# Madrid Open 2008



## Okami (Mar 4, 2008)

Hi, this is the information from the Madrid Open 2008:

Madrid Open 2008 on April 5/6, in San Sebastian de los reyes, Madrid (Spain)

*Categories:*
Rubik's Cube
4x4x4 Cube
2x2x2 Cube
3x3x3 blindfolded
3x3x3 one-handed
Rubik's Magic
Rubik's Master Magic
Pyraminx
Rubik's Clock
Megaminx 
5x5x5 Cube

*Prizes:*
*3x3:*
1º 500€
2º 400€
3º 300€

*2x2:*
1º 140€
2º 90€
3º 45€

*3x3 OH:*
1º 140€
2º 90€
3º 45€

*3x3 Blinfold:*
1º 140€
2º 90€
3º 45€

*4x4:*
1º 140€
2º 90€
3º 45€

*Other Prizes:*
For the ER or WR 50€ at the end of competition in 3x3, 2x2, 3x3 OH, 3x3 BLD and 4x4.

*More information: *
www.rubikaz.com/Madrid2008 (web)
[email protected] (email)


----------



## AvGalen (Mar 5, 2008)

I will be there. Anyone else?


----------



## fredqbr (Mar 5, 2008)

What about the 5x5x5 ?


----------



## Doudou (Mar 5, 2008)

I will be there, with my girlfriend. 

Because I looooooooooooooove Spain


----------



## Rama (Mar 5, 2008)

AvGalen said:


> I will be there. Anyone else?



*Me thinks of practising OH again*

Hey Arnaud are you planning to go by car? Ifso then I would like to join in. 



fredqbr said:


> What about the 5x5x5 ?



Frederique it's right below all the other events.


----------



## Erik (Mar 5, 2008)

Hey arnaud u going by car?  (prize money woke me up)


----------



## Lucas Garron (Mar 5, 2008)

Prize Money? 
And I could probably pull an ER for 4x4x4 BLD and place in some other events... 
We have to pay that much money just to _enter_ some certain big US competitions... 
(But at least we have them.)


----------



## AvGalen (Mar 5, 2008)

I was planning on flying, but I would like driving better. It will be a 2 day drive though: 1,713 km – about 16 hours 12 mins.

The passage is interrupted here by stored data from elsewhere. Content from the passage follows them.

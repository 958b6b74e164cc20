using CopyNumber.Tests.Cli;
using CopyNumber.Tests.Storage;
using static CopyNumber.Tests.Resilience.RunFolders;

namespace CopyNumber.Tests.Resilience;

/// <summary>
/// Every command refuses bad arguments with exit code 2 and a message that says what is wrong (README,
/// exit codes), never a stack trace. Each row: the arguments, with MODEL, DIR and so on standing for
/// files made in a scratch folder, and words the message must contain.
/// </summary>
public class BadArgumentTests
{
    /// <summary>One species' immigration and death: the smallest model a command accepts.</summary>
    private const string Tiny = "species\n  X = 0\nreactions\n  make: 0 -> X mass 2\n  lose: X -> 0 mass 1\n";

    public static TheoryData<string, string[]> Cases => new()
    {
        // simulate: times and grid
        { "simulate MODEL --until 0 --every 0.5 --replicates 10", ["--until must be a positive"] },
        { "simulate MODEL --until -5 --every 0.5 --replicates 10", ["--until must be a positive"] },
        { "simulate MODEL --until nan --every 0.5 --replicates 10", ["--until must be a positive"] },
        { "simulate MODEL --until 5 --every 0 --replicates 10", ["--every must be a positive"] },
        { "simulate MODEL --until 5 --every -1 --replicates 10", ["--every must be a positive"] },
        { "simulate MODEL --until 5 --every 10 --replicates 10", ["--every", "larger than --until"] },
        { "simulate MODEL --until 1e9 --every 1e-3 --replicates 10", ["grid would have", "larger --every"] },
        { "simulate MODEL --until five --every 1 --replicates 10", ["five", "expected a number"] },
        { "simulate MODEL --every 1 --replicates 10", ["--until"] },
        // replicates, method, epsilon, seed
        { "simulate MODEL --until 5 --every 1 --replicates 0", ["--replicates must be at least 1"] },
        { "simulate MODEL --until 5 --every 1 --replicates -3", ["--replicates must be at least 1"] },
        { "simulate MODEL --until 5 --every 1 --replicates 10 --method gillespie", ["gillespie"] },
        { "simulate MODEL --until 5 --every 1 --replicates 10 --epsilon 0", ["--epsilon must lie in (0, 1)"] },
        { "simulate MODEL --until 5 --every 1 --replicates 10 --epsilon 1", ["--epsilon must lie in (0, 1)"] },
        { "simulate MODEL --until 5 --every 1 --replicates 10 --epsilon -0.2", ["--epsilon must lie in (0, 1)"] },
        { "simulate MODEL --until 5 --every 1 --replicates 10 --seed -1", ["-1", "expected a whole number"] },
        // model file
        { "simulate MISSING --until 5 --every 1 --replicates 10", ["model file", "missing.cnet' not found"] },
        { "simulate JUNK --until 5 --every 1 --replicates 10", ["junk.cnet:1:", "error"] },
        { "simulate DIR --until 5 --every 1 --replicates 10", ["is a directory, not a model file"] },
        { "inspect DIR", ["is a directory, not a model file"] },
        { "simulate EMPTY --until 5 --every 1 --replicates 10", ["no model file given"] },
        { "solve EMPTY --until 5 --every 1", ["no model file given"] },
        { "inspect JUNK", ["junk.cnet:1:", "error"] },
        { "inspect MISSING", ["model file", "missing.cnet' not found"] },
        // memory
        { "simulate WIDE --until 4000000 --every 1 --replicates 10", ["too fine", "larger --every"] },
        { "simulate MODEL --until 9000000 --every 1 --replicates 100000 --threads 1024", ["GB of memory", "fewer --threads"] },
        // paths, threads, shard, limits
        { "simulate MODEL --until 5 --every 1 --replicates 10 --paths -4", ["--paths takes a positive number"] },
        { "simulate MODEL --until 5 --every 1 --replicates 10 --paths some", ["--paths takes a positive number", "'all'"] },
        { "simulate MODEL --until 5 --every 1 --replicates 10 --threads 0", ["--threads must be between 1 and"] },
        { "simulate MODEL --until 5 --every 1 --replicates 10 --threads 100000", ["--threads must be between 1 and"] },
        { "simulate MODEL --until 5 --every 1 --replicates 10 --threads many", ["many", "expected a whole number"] },
        { "simulate MODEL --until 5 --every 1 --replicates 10 --shard 0/3", ["--shard", "does not exist"] },
        { "simulate MODEL --until 5 --every 1 --replicates 10 --shard 4/3", ["--shard", "does not exist"] },
        { "simulate MODEL --until 5 --every 1 --replicates 10 --shard 1/0", ["--shard", "does not exist"] },
        { "simulate MODEL --until 5 --every 1 --replicates 10 --shard half", ["--shard", "i/n"] },
        { "simulate MODEL --until 5 --every 1 --replicates 200 --shard 2/5", ["--shard 2/5", "at most 4 shards"] },
        { "simulate MODEL --until 5 --every 1 --replicates 10 --max-wall 0", ["--max-wall must be a positive"] },
        { "simulate MODEL --until 5 --every 1 --replicates 10 --max-wall -3", ["--max-wall must be a positive"] },
        { "simulate MODEL --until 5 --every 1 --replicates 10 --max-events 0", ["--max-events must be at least 1"] },
        { "simulate MODEL --until 5 --every 1 --replicates 10 --resume NOWHERE", ["does not exist"] },
        { "simulate MODEL --until 5 --every 1 --replicates 10 --resume DIR", ["manifest.json", "not a CopyNumber run folder"] },
        { "simulate MODEL --until 5 --every 1 --replicates 10 --frobnicate", ["--frobnicate"] },
        // the grid count in the message is the grid's own: 10 / 1e-6 is 10 000 000 steps, so 10 000 001 points
        // (0 and T included, docs/conventions.md)
        { "simulate MODEL --until 10 --every 1e-6 --replicates 10", ["10,000,001 points", "at most 10,000,000"] },
        // figure choices the run cannot honour are refused before it starts, not silently replaced
        { "simulate MODEL --until 5 --every 1 --replicates 10 --heatmap nosuch", ["--heatmap 'nosuch'", "'X'"] },
        { "simulate MODEL --until 5 --every 1 --replicates 10 --at 1e9", ["--at 1000000000", "final time 5"] },
        { "simulate MODEL --until 5 --every 1 --replicates 10 --at 2,6", ["--at 6", "final time 5"] },
        // an output folder under a file
        { "simulate MODEL --until 5 --every 1 --replicates 10 --out FILE/sub", ["is a file, not a folder"] },
        // solve
        { "solve MODEL --until 0 --every 1", ["--until must be a positive"] },
        { "solve MODEL --until 5 --every 1 --rtol 2", ["--rtol must lie in (0, 1)"] },
        { "solve MODEL --until 5 --every 1 --atol -1", ["--atol must be positive"] },
        { "solve MODEL --until 5 --every 1 --solver magic", ["magic"] },
        // merge and the command itself
        { "merge --out OUT", ["argument missing", "merge"] },
        { "merge DIR", ["--out"] },
        { "merge NOWHERE --out OUT", ["does not exist"] },
        { "merge DIR --out OUT", ["manifest.json"] },
        { "", ["command"] },
        { "resimulate MODEL", ["resimulate"] },
    };

    [Theory]
    [MemberData(nameof(Cases))]
    public void Bad_arguments_are_refused_with_exit_code_2_and_a_clear_message(string line, string[] words)
    {
        using var scratch = new ScratchFolder();
        var model = WriteModel(scratch, Tiny, "tiny.cnet");
        var junk = scratch.File("junk.cnet");
        File.WriteAllText(junk, "\u0001\u0002 this is not a network {}\n");
        // Ten species: a block of 64 replicates over four million grid points would not fit in one array.
        var wide = WriteModel(scratch, "species\n" + string.Concat(Enumerable.Range(0, 10).Select(i => $"  S{i} = 0\n")) + "reactions\n  make: 0 -> S0 mass 1\n", "wide.cnet");
        var folder = scratch.File("empty-folder");
        Directory.CreateDirectory(folder);
        var args = line.Split(' ', StringSplitOptions.RemoveEmptyEntries).Select(token => token switch
        {
            "MODEL" => model,
            "JUNK" => junk,
            "WIDE" => wide,
            "MISSING" => scratch.File("missing.cnet"),
            "DIR" => folder,
            "NOWHERE" => scratch.File("nowhere"),
            "OUT" => scratch.File("out"),
            "EMPTY" => "",
            "FILE/sub" => Path.Combine(model, "sub"),
            _ => token,
        }).ToArray();

        var run = CliRun.Of(args);
        Assert.True(run.ExitCode == 2, $"exit code {run.ExitCode} for '{line}': {run.Error}");
        foreach (var word in words) Assert.Contains(word, run.Error);
        AssertNoStackTrace(run);
        Assert.DoesNotContain("System.", run.Error); // no .NET type names
        Assert.DoesNotContain("(Parameter '", run.Error); // nor .NET argument names
        Assert.DoesNotContain("part of the path", run.Error);
        Assert.False(Directory.Exists(scratch.File("out")));
    }
}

Are you guys sure about driving?


----------



## Rama (Mar 5, 2008)

AvGalen said:


> I was planning on flying, but I would like driving better. It will be a 2 day drive though: 1,713 km – about 16 hours 12 mins.
> 
> Are you guys sure about driving?



Ah I am sorry Arnaud, I just found out that I can't come with you, my school has been bugging me after the WC.


----------



## Erik (Mar 5, 2008)

fredqbr said:


> What about the 5x5x5 ?



Yeah what about 5x5?


----------



## rubikaz (Mar 5, 2008)

Doudou said:


> I will be there, with my girlfriend.
> 
> Because I looooooooooooooove Spain



Why???? Do you think you are going to get more WR? For this you have to go to Murcia  (SE of Spain), not Madrid!!!


----------



## jazzthief81 (Mar 5, 2008)

Ah damn Arnaud and all the others, you make me want to go to every single tournament. 

This one looks very tempting though: it's in Madrid, there's big prize money so there will be good competition and there will be plenty of new people to meet as well. I think I even promised someone that I would come...

For me it would have to be by plane though. As much as I like road trips together with cubers, I simply can't take another 2-4 days of holiday soon.


----------



## sheriff (Mar 5, 2008)

Nice to have you all guys in Madrid


----------



## Siwi (Mar 12, 2008)

Hello, I write this, to encourage to inscribe(register) yourselves in the open madrid 2008. I form a part of the organization and all those more let's be better, which want to sign that they send mp to Okami or to my, or visit the web www.rubikaz.com/Madrid2008/english/index.html. Bye. Sorry but my english is veeeery poor


----------



## Okami (Mar 14, 2008)

Hi, this is the open poster 
http://img529.imageshack.us/img529/1817/okamicopiank1.jpg


----------



## Siwi (Mar 30, 2008)

This saturday...we celebrate it. Will you participe??


----------



## Doudou (Mar 30, 2008)

I want one of it for my room (poster) !!


----------



## Karthik (Mar 30, 2008)

Awesome poster!


----------



## ngb (Mar 31, 2008)

Yaaa, posters are awersome!! I took a dozen yesterday to distribute.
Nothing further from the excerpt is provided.